2008) . It is of crucial importance to explore the differences between GTL and CTL on the one hand and BTL on the other, in order to successfully implement the FT reaction in the BTL process. Both configurations currently investigated for the BTL process (full conversion and once through FT, see Section 19.2) require high overall and per pass CO conversion and high C5+ selectivity. As cobalt is more active than iron, cobalt has been so far used as the catalyst of choice for economic and exergetic evaluations of the BTL process. However, as analysed in an excellent recent review by van Steen (van Steen and Clayes, 2008), it is debatable whether this is truly the optimal choice of catalyst for the BTL process. van Steen argues that although Fe catalysts can operate with a lower hydrogen content syngas such as that from biomass gasification, a WGS reactor after gasification might be required for both cobalt and iron catalysts in order to obtain a good productivity. Since cobalt yields a higher productivity at high conversion levels, it seems to be the catalyst of choice for BTL synthesis of linear, heavier hydrocarbons if clean syngas is available. However, given that biomass syngas contains several poisons for FT catalysts, such as sulphur-, chloride — and nitrogen — containing compounds, and keeping in view the fact that Fe catalysts are reported to be more resistant to sulphur (van Steen and Clayes, 2008) and ammonia poisoning (Koizumi et al., 2004), the financial risk of operating the FT reactor with an iron-based catalyst seems to be lower. In real operation, deviations from design conditions are inevitable and contamination of the syngas entering the FT reactor is possible. In such case, iron catalysts would be less severely affected than the cobalt ones. Even in the case that the catalyst should be replaced, the much lower cost of iron compared to cobalt offers obvious economical advantages.

Wrapping up, both cobalt and iron catalysts should be considered as options for the FT reactor in the BTL process. A number of scenarios for the BTL process should be developed with both type of catalysts, while the overall process design should be coupled with catalyst developments in both cases in order to clearly prove the superiority of the one catalyst system to the other for commercial application.

Biofuel-driven biorefineries: advanced biofuels

Most advanced biofuel production technologies today are focused towards converting lignocellulosic biomass into transportation fuels. Lignocellulosic biomass refers to plant biomass that is composed of cellulose and hemicellulose, which are natural polymers of carbohydrates and lignin. Cellulose and hemicellulose are tightly bound to the lignin by hydrogen and covalent bonds.
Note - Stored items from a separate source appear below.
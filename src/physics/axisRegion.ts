/**
 * The points of an ascending wavenumber axis inside a region [fromCm1, toCm1], ends included, as the
 * index range i0 (first at or above fromCm1) to i1 (one past the last at or below toCm1); i1 = i0 when
 * none is inside. The tools that work on a region of a trace read these points and no other, so a
 * caller may pass that slice alone.
 * @param axisCm1 ascending axis, cm^-1
 * @param fromCm1 region start, cm^-1
 * @param toCm1 region end, cm^-1
 */
export function axisRegionIndices(axisCm1: ArrayLike<number>, fromCm1: number, toCm1: number): [number, number] {
  let i0 = 0;
  while (i0 < axisCm1.length && axisCm1[i0] < fromCm1) i0++;
  let i1 = i0;
  while (i1 < axisCm1.length && axisCm1[i1] <= toCm1) i1++;
  return [i0, i1];
}
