/**
 * Paint labels, each right-aligned at (xRight, yMiddle): sub- and superscripts at 75 % size,
 * shifted. The runs are painted grouped by font, so the context's font (parsed on every set) is set
 * once per size, not once per run.
 * @param labels each label's runs and anchor, CSS px
 * @param sizePx size of plain text, px
 * @param family font family
 * @param widthsPx run widths by font and text, filled here and reused by later calls
 */
export function markupPaintRight(
  ctx: LadderPaintContext,
  labels: readonly { runs: readonly MarkupRun[]; xRight: number; yMiddle: number }[],
  sizePx: number,
  family: string,
  widthsPx: Map<string, number>,
): void {
  const small = Math.round(sizePx * 0.75 * 10) / 10;
  const fontOf = (kind: MarkupRun['kind']) => `${kind === 'plain' ? sizePx : small}px ${family}`;
  const placed: { text: string; x: number; y: number; font: string }[] = [];
  for (const label of labels) {
    const widths = label.runs.map((r) => {
      const font = fontOf(r.kind);
      const key = `${font}|${r.text}`;
      let w = widthsPx.get(key);
      if (w === undefined) {
        ctx.font = font;
        widthsPx.set(key, (w = ctx.measureText(r.text).width));
      }
      return w;
    });
    let x = label.xRight - widths.reduce((a, b) => a + b, 0);
    label.runs.forEach((r, i) => {
      const dy = r.kind === 'sup' ? -0.35 * sizePx : r.kind === 'sub' ? 0.3 * sizePx : 0;
      placed.push({ text: r.text, x, y: label.yMiddle + dy, font: fontOf(r.kind) });
      x += widths[i];
    });
  }
  ctx.textBaseline = 'middle';
  for (const font of new Set(placed.map((p) => p.font))) {
    ctx.font = font;
    for (const p of placed) if (p.font === font) ctx.fillText(p.text, p.x, p.y);
  }
}

/** Font family of the row names (the plots' font). */
const LABEL_FONT = 'system-ui, sans-serif';

/** Most assigned markers drawn as dots; past this many in view they are drawn as short bars. */
export const LADDER_DOTS_MAX = 400;

/** Half length of an assigned bar (ladder-axis units; rows are 1 apart). */
const BAR_HALF = 0.09;

/** Width of an assigned bar, CSS px. */
const ASSIGNED_BAR_WIDTH_PX = 4;

/**
 * Build the scene of the ladder rows: one entry per rung, grouped by colour and width (Q rungs
 * wider), each series contiguous.
 * @param rows ladder rows (ladderRowsBuild)
 * @param lines the line list the ladders index
 * @param isDark dark theme colours
 * @param lineTag per line, a small number (0…31) told apart in `rungOf` beside the quanta: the band
 *   of each line when several bands share the panel (absent: 0 for every line)
 */
export function ladderSceneBuild(rows: readonly LadderRow[], lines: LineList, isDark: boolean, lineTag?: Int32Array): LadderScene {
  let n = 0;
  for (const row of rows) for (const l of row.ladders) n += l.lineIndex.length;
  const nuCm1 = new Float64Array(n);
  const yBottom = new Float64Array(n);
  const yTop = new Float64Array(n);
  const lineIndex = new Int32Array(n);
  const rowIndex = new Int32Array(n);
  const groups = new Map<string, LadderStyleGroup>();
  const perRow: number[][] = rows.map(() => []);
  let k = 0;
  rows.forEach((row, r) => {
    const colour = row.colour ?? ladderColour(row.deltaK, row.kLower, isDark);
    for (const ladder of row.ladders) {
      if (ladder.lineIndex.length === 0) continue;
      const widthPx = ladder.deltaJ === 0 ? 2.2 : 1.6;
      const key = `${colour}|${widthPx}`;
      let g = groups.get(key);
      if (!g) groups.set(key, (g = { colour, widthPx, series: [] }));
      const start = k;
      // By position within the series, so a paint finds the rungs in view by bisection.
      const byPosition = Array.from(ladder.lineIndex).sort((a, b) => lines.wavenumberCm1[a] - lines.wavenumberCm1[b]);
      for (const i of byPosition) {
        const [b, t] = rungExtent(ladder.deltaJ, lines.intensity[i]);
        nuCm1[k] = lines.wavenumberCm1[i];
        yBottom[k] = row.y + b;
        yTop[k] = row.y + t;
        lineIndex[k] = i;
        rowIndex[k] = r;
        perRow[r].push(k);
        k++;
      }
      g.series.push({ start, end: k, rowY: row.y });
    }
  });
  const rowOrder = perRow.map((list) => Int32Array.from(list.sort((a, b) => nuCm1[a] - nuCm1[b])));
  const rowNuCm1 = rowOrder.map((order) => Float64Array.from(order, (q) => nuCm1[q]));
  const rowLabels = rows.map((r) => markupRuns(r.tickHtml));
  const rungOf = new Map<number, number>();
  const rungOfLine = new Int32Array(lines.count).fill(-1);
  for (let q = 0; q < n; q++) {
    rungOfLine[lineIndex[q]] = q;
    const i = lineIndex[q];
    rungOf.set(
      quantaNumber(lines.jUpper[i], lines.kUpper[i], lines.jLower[i], lines.kLower[i]) + (lineTag ? lineTag[i] * QUANTA_TAG_STEP : 0),
      q,
    );
  }
  return {
    rowLabels,
    nuCm1,
    yBottom,
    yTop,
    lineIndex,
    rowIndex,
    groups: [...groups.values()],
    rowOrder,
    rowNuCm1,
    rungOf,
    rungOfLine,
    rows,
    labelWidthsPx: new Map(),
  };
}

/** The tip of rung q on the ladder axis: the lower end of a P rung (it hangs from its row line), else the upper (as rungTip). */
function rungTipAt(scene: LadderScene, q: number): number {
  return scene.yTop[q] > scene.rows[scene.rowIndex[q]].y ? scene.yTop[q] : scene.yBottom[q];
}

/**
 * Markers of the assigned lines that have a rung in the scene's rows (hidden rows and lines the
 * model does not predict have none), at the rung's tip.
 * @param assignments rows of the assignments table
 * @param scene from ladderSceneBuild
 * @param tagOf the line tag of an assignment (its band; see ladderSceneBuild), or -1 when its band is not drawn
 * @param lineOf per assignment (parallel to `assignments`), the index of the line it names in the
 *   scene's line list, or −1 when that line is not drawn: where given it places the marker (the two
 *   members of a split A1/A2 or s/a pair share J and K, so the quanta alone cannot tell their rungs apart)
 * @param rungOfAssignment the rung (or -1) each assignment object was found at, kept between calls
 *   for the same scene and tagOf: assignments are immutable, so a new row costs one lookup, not one
 *   per row (the caller makes a new map when the scene or tagOf changes); not used with `lineOf`
 */
export function ladderMarkersBuild(
  assignments: readonly AssignmentRow[],
  scene: LadderScene,
  tagOf?: (row: AssignmentRow) => number,
  lineOf?: Int32Array | null,
  rungOfAssignment?: WeakMap<AssignmentRow['a'], number>,
): LadderMarkers {
  const n = assignments.length;
  const nu = new Float64Array(n);
  const y = new Float64Array(n);
  const flag = new Uint8Array(n);
  const line = new Int32Array(n);
  const kept: AssignmentRow[] = [];
  for (let m = 0; m < n; m++) {
    const r = assignments[m];
    const a = r.a;
    let q: number | undefined;
    if (lineOf) {
      const line = lineOf[m];
      q = line >= 0 && line < scene.rungOfLine.length ? scene.rungOfLine[line] : -1;
    } else {
      q = rungOfAssignment?.get(a);
      if (q === undefined) {
        const tag = tagOf ? tagOf(r) : 0;
        q = tag < 0 ? -1 : (scene.rungOf.get(quantaNumber(a.jUpper, a.kUpper, a.jLower, a.kLower) + tag * QUANTA_TAG_STEP) ?? -1);
        rungOfAssignment?.set(a, q);
      }
    }
    if (q < 0) continue;
    const k = kept.length;
    nu[k] = scene.nuCm1[q];
    y[k] = rungTipAt(scene, q);
    flag[k] = r.isFar || r.isOutlier ? 1 : 0;
    line[k] = scene.lineIndex[q];
    kept.push(r);
  }
  const m = kept.length;
  return { nuCm1: nu.slice(0, m), y: y.slice(0, m), isFlagged: flag.slice(0, m), lineIndex: line.slice(0, m), rows: kept };
}

/** Markers and what the next ladderMarkersUpdate may reuse. */
export interface LadderMarkersState {
  markers: LadderMarkers;
  /** The inputs they were built from. */
  rows: readonly AssignmentRow[];
  scene: LadderScene;
  tagOf: ((row: AssignmentRow) => number) | undefined;
  lineOf: Int32Array | null;
  /** Rung of each row (−1: none), parallel to rows. */
  rungAt: Int32Array;
  /** Number of markers of the rows before each row (n + 1 entries). */
  keptBefore: Int32Array;
}

/** The rung of one row (see ladderMarkersBuild). */
function markerRung(
  r: AssignmentRow,
  i: number,
  scene: LadderScene,
  tagOf: ((row: AssignmentRow) => number) | undefined,
  lineOf: Int32Array | null,
  rungOfAssignment: WeakMap<AssignmentRow['a'], number> | undefined,
): number {
  if (lineOf) {
    const line = lineOf[i];
    return line >= 0 && line < scene.rungOfLine.length ? scene.rungOfLine[line] : -1;
  }
  let q = rungOfAssignment?.get(r.a);
  if (q === undefined) {
    const tag = tagOf ? tagOf(r) : 0;
    q = tag < 0 ? -1 : (scene.rungOf.get(quantaNumber(r.a.jUpper, r.a.kUpper, r.a.jLower, r.a.kLower) + tag * QUANTA_TAG_STEP) ?? -1);
    rungOfAssignment?.set(r.a, q);
  }
  return q;
}
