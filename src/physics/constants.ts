/**
 * Physical constants, CODATA 2018 recommended values (exact where the 2019 SI fixes them).
 * Source: E. Tiesinga et al., "CODATA recommended values of the fundamental physical constants: 2018",
 * Rev. Mod. Phys. 93, 025010 (2021).
 */

/** Speed of light in vacuum, m s^-1 (exact). */
export const SPEED_OF_LIGHT_M_PER_S = 299_792_458;
/** Speed of light in vacuum, cm s^-1 (exact). */
export const SPEED_OF_LIGHT_CM_PER_S = 29_979_245_800;
/** Planck constant, J s (exact). */
export const PLANCK_J_S = 6.626_070_15e-34;
/** Boltzmann constant, J K^-1 (exact). */
export const BOLTZMANN_J_PER_K = 1.380_649e-23;
/** Atomic mass constant m_u, kg (CODATA 2018: 1.660 539 066 60(50) e-27). */
export const ATOMIC_MASS_KG = 1.660_539_066_6e-27;
/** Second radiation constant c2 = hc/k, cm K (CODATA 2018: 1.438 776 877... e-2 m K). */
export const SECOND_RADIATION_CM_K = 1.438_776_877;
/** MHz per cm^-1: c in cm/s divided by 1e6. */
export const MHZ_PER_CM1 = SPEED_OF_LIGHT_CM_PER_S / 1e6;

/** Convert a frequency in MHz to a wavenumber in cm^-1. */
export function mhzToWavenumber(frequencyMhz: number): number {
  return frequencyMhz / MHZ_PER_CM1;
}

/** Convert a wavenumber in cm^-1 to a frequency in MHz. */
export function wavenumberToMhz(wavenumberCm1: number): number {
  return wavenumberCm1 * MHZ_PER_CM1;
}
Lignocellulose comes in many different types such as wood residues (e. g. sawmill residues), crop residues from agriculture (e. g. corn stover and cereal straws), industrial residues from agro-food processing operations (e. g. wheat bran and sugar beet pulp) and dedicated energy crops (primarily rapidly growing energy grasses such as Miscanthus and switchgrass, and wood species).

21.3.1 Biochemical routes — sugar platform

In order to distinguish biofuels derived from lignocellulose from those derived from existing agricultural commodities (see Section 21.2.1), often the term ‘cellulosic’ is added to the biofuel. This term indicates that these biofuels are based on converting the main carbohydrate fractions, cellulose and hemicellulose, of lignocellulosic biomass into fuels.